- Film poster
- Directed by: Lucy Kerr
- Written by: Lucy Kerr;
- Starring: Rachel Alig; Miriam Spumpkin; Deragh Campbell;
- Production company: Conjuring Productions
- Distributed by: Factory 25
- Release date: August 2023 (Locarno);
- Running time: 73 minutes
- Country: United States
- Language: English

= Family Portrait (2023 film) =

2023 film directed by Lucy Kerr

Family Portrait is a 2023 drama film directed by Lucy Kerr (in her directorial debut), starring Deragh Campbell, Rachel Alig, Miriam Spumpkin, Katie Folger, and Chris Galust. It follows a family that gets together somewhere in Texas to have their photograph taken for a Christmas card.

==Cast==
- Rachel Alig as Annabelle
- Miriam Spumpkin as Sally
- Deragh Campbell as Katy
- Katie Folger as Grace
- Chris Galust as Olek
- Vanessa Cedotal as Maria

==Release==
Family Portrait premiered in Switzerland in 2023 as part of the Locarno Film Festival.

===Critical reception===
On the review aggregator website Rotten Tomatoes, 96% of 23 critics' reviews are positive.

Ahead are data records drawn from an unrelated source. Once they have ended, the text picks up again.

package store

import (
	"context"
	"database/sql"
	"fmt"
	"iter"
	"time"

	"ringbook/snubber"
)

// Trials streams the trials in scope in the order they were read, one at a time in memory, all from one state of the
// logbook: a write in the meantime is not seen. Readings come in the order of snubber.Quantities. After an error the
// sequence ends.
func (lb *Logbook) Trials(ctx context.Context, s Scope) iter.Seq2[snubber.Trial, error] {
	picked, args := s.picked()
	return lb.stream(ctx, picked, args)
}

// stream walks the trials of picked, a query for (seq, at), with three cursors side by side: trials, readings, repeats.
func (lb *Logbook) stream(ctx context.Context, picked string, args []any) iter.Seq2[snubber.Trial, error] {
	return func(yield func(snubber.Trial, error) bool) {
		fail := func(err error) { yield(snubber.Trial{}, fmt.Errorf("read trials: %w", explain(lb.path, err))) }
		tx, err := lb.db.BeginTx(ctx, &sql.TxOptions{ReadOnly: true})
		if err != nil {
			fail(err)
			return
		}
		defer tx.Rollback() // it only read
		lb.streamFrom(ctx, tx, picked, inTime, args, yield)
	}
}

// inTime is the order of time, of the table picked that streamFrom is given.
const inTime = "picked.at, picked.seq"

// streamFrom walks the trials of picked, a query for (seq, at), in an order of these that no two trials share a place in. It
// says whether more may follow: no error, and nobody has heard enough.
func (lb *Logbook) streamFrom(ctx context.Context, tx *sql.Tx, picked, order string, args []any, yield func(snubber.Trial, error) bool) (more bool) {
	fail := func(err error) bool {
		yield(snubber.Trial{}, fmt.Errorf("read trials: %w", explain(lb.path, err)))
		return false
	}
	trials, err := tx.QueryContext(ctx, fmt.Sprintf(selectTrials, picked, order), args...)
	if err != nil {
		return fail(err)
	}
	defer trials.Close()
	readings, err := openReadings(ctx, tx, picked, order, args)
	if err != nil {
		return fail(err)
	}
	defer readings.close()
	for trials.Next() {
		t, seq, err := scanTrial(trials)
		if err == nil {
			t.Readings, err = readings.of(seq)
		}
		if err == nil {
			err = ctx.Err() // its end may have cut the readings short
		}
		if err != nil {
			return fail(err)
		}
		if !yield(t, nil) {
			return false
		}
	}
	if err := trials.Err(); err != nil {
		return fail(err)
	}
	return true
}

const selectTrials = `
SELECT t.seq, t.id, b.name, v.name, t.at, ifnull(s.name, ''), t.network,
  ifnull(t.c, 0), ifnull(t.c_tol, 0), ifnull(t.r, 0), ifnull(t.r_tol, 0), ifnull(t.esr, 0),
  ifnull(t.measured_c, 0), ifnull(t.measured_c_u, 0), ifnull(t.probe_c, 0),
  ifnull(p.bus_v, 0), ifnull(p.current_a, 0), ifnull(p.switching_hz, 0), ifnull(t.part, ''), ifnull(t.note, ''),
  ifnull((SELECT because FROM strike k WHERE k.trial = t.seq ORDER BY k.at, k.id LIMIT 1), '')
FROM (%s) picked CROSS JOIN trial t ON t.seq = picked.seq
JOIN revision v ON v.id = t.revision JOIN board b ON b.id = v.board
LEFT JOIN session s ON s.id = t.session LEFT JOIN operating_point p ON p.id = t.operating_point
ORDER BY %s`

func scanTrial(rows *sql.Rows) (t snubber.Trial, seq int64, err error) {
	var at string
	n, p := &t.Network, &t.Point
	err = rows.Scan(&seq, &t.ID, &t.Board, &t.Revision, &at, &t.Session, &n.Kind,
		&n.C, &n.CTol, &n.R, &n.RTol, &n.ESR, &n.MeasuredC, &n.MeasuredU, &t.ProbeC,
		&p.BusV, &p.CurrentA, &p.SwitchingHz, &t.Part, &t.Note, &t.Struck)
	if err != nil {
		return t, seq, err
	}
	if t.At, err = time.Parse(timeLayout, at); err != nil {
		return t, seq, fmt.Errorf("trial %s: its time %s is not one this logbook writes", t.ID, quote(at))
	}
	return t, seq, nil
}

On Metacritic, the film has a weighted average score of 72 out of 100 based on 7 critics, which the site labels as "generally favorable" reviews.

Carlos Aguilar of Variety gave the film a highly positive review, calling it "unnerving" and noting that "Kerr exhibits a deft control over her visually economical, experimental leaps." Brian Tallerico, writing for RogerEbert.com, gave the film 3 stars out of 4, calling it a "unique, confidently made film that very purposefully plays more like a dream than realism." William Repass of Slant Magazine praised the film's "atmosphere of dread."